**Records supplied:**
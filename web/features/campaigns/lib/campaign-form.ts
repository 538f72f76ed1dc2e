/** The campaign form's text values ⇄ the API's create and update bodies (checked with the shared schemas). */
import {
  campaignCreateSchema,
  campaignUpdateSchema,
  type AssayMethod,
  type CampaignCreate,
  type CampaignStatus,
  type CampaignUpdate,
  type SelectivityMeasure,
} from '../../../../api/features/campaigns/schemas';
import type { FieldError } from '../../../lib/api-client';
import type { Campaign } from '../api/types';
import { parseNumber } from './grid';

export interface CampaignFormValues {
  title: string;
  productNameA: string;
  productNameB: string;
  measure: SelectivityMeasure;
  assayMethod: AssayMethod;
  defaultUncertainty: string;
  newRunUncertainty: string;
  quantitationLimit: string;
  status: CampaignStatus;
  reactionDescription: string;
  notes: string;
}

export type FormErrors = Partial<Record<keyof CampaignFormValues | '(form)', string>>;

export const blankCampaign: CampaignFormValues = {
  title: '',
  productNameA: '',
  productNameB: '',
  measure: 'ee',
  assayMethod: 'chiral-hplc',
  defaultUncertainty: '',
  newRunUncertainty: '',
  quantitationLimit: '',
  status: 'active',
  reactionDescription: '',
  notes: '',
};

export function valuesFromCampaign(c: Campaign): CampaignFormValues {
  return {
    title: c.title,
    productNameA: c.productNameA,
    productNameB: c.productNameB,
    measure: c.measure,
    assayMethod: c.assayMethod,
    defaultUncertainty: c.defaultUncertainty === null ? '' : String(c.defaultUncertainty),
    newRunUncertainty: c.newRunUncertainty == null ? '' : String(c.newRunUncertainty),
    quantitationLimit: c.quantitationLimit == null ? '' : String(c.quantitationLimit),
    status: c.status,
    reactionDescription: c.reactionDescription ?? '',
    notes: c.notes ?? '',
  };
}

function issuesToErrors(issues: { path: PropertyKey[]; message: string }[]): FormErrors {
  const errors: FormErrors = {};
  for (const i of issues) {
    const key = (i.path.map(String)[0] || '(form)') as keyof FormErrors;
    errors[key] ??= i.message;
  }
  return errors;
}

function uncertaintyOf(text: string): number | null | 'invalid' {
  return parseNumber(text);
}

/** The number-typed fields of the form: text → number or null (blank), or the error for its field. */
const NUMBER_FIELDS = ['defaultUncertainty', 'newRunUncertainty', 'quantitationLimit'] as const;
type NumberField = (typeof NUMBER_FIELDS)[number];
function numbersOf(v: CampaignFormValues): { numbers: Record<NumberField, number | null> | null; errors: FormErrors } {
  const numbers = {} as Record<NumberField, number | null>;
  for (const key of NUMBER_FIELDS) {
    const n = uncertaintyOf(v[key]);
    if (n === 'invalid') return { numbers: null, errors: { [key]: `“${v[key]}” is not a number` } };
    numbers[key] = n;
  }
  return { numbers, errors: {} };
}

export function createBody(v: CampaignFormValues): { body: CampaignCreate | null; errors: FormErrors } {
  const { numbers, errors } = numbersOf(v);
  if (!numbers) return { body: null, errors };
  const parsed = campaignCreateSchema.safeParse({
    ...v,
    productNameA: v.productNameA.trim() || 'A',
    productNameB: v.productNameB.trim() || 'B',
    ...numbers,
  });
  return parsed.success ? { body: parsed.data, errors: {} } : { body: null, errors: issuesToErrors(parsed.error.issues) };
}

/** Only the changed fields, with the version the form was opened at. */
export function updateBody(c: Campaign, v: CampaignFormValues): { body: CampaignUpdate | null; errors: FormErrors } {
  const { numbers, errors } = numbersOf(v);
  if (!numbers) return { body: null, errors };
  const before = valuesFromCampaign(c);
  const changed: Record<string, unknown> = { version: c.version };
  for (const key of Object.keys(v) as (keyof CampaignFormValues)[]) {
    if (v[key].trim() === before[key].trim()) continue;
    changed[key] = (NUMBER_FIELDS as readonly string[]).includes(key) ? numbers[key as NumberField] : v[key];
  }
  const parsed = campaignUpdateSchema.safeParse(changed);
  return parsed.success ? { body: parsed.data, errors: {} } : { body: null, errors: issuesToErrors(parsed.error.issues) };
}

/** The form's errors as `{ path, message }` pairs ('(form)' is the form's own message, path ''). */
export function fieldErrorList(errors: FormErrors): FieldError[] {
  return Object.entries(errors).map(([path, message]) => ({ path: path === '(form)' ? '' : path, message: message ?? '' }));
}

/** Every field of the form, for `applyServerErrors`: a server path below one of them lands on it. */
export const CAMPAIGN_FIELDS = Object.keys(blankCampaign) as (keyof CampaignFormValues)[];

**Try it:** Copy whichever lines above contain the string "quantitationLimit".

**Written solution:**
  quantitationLimit: string;
  quantitationLimit: '',
    quantitationLimit: c.quantitationLimit == null ? '' : String(c.quantitationLimit),
const NUMBER_FIELDS = ['defaultUncertainty', 'newRunUncertainty', 'quantitationLimit'] as const;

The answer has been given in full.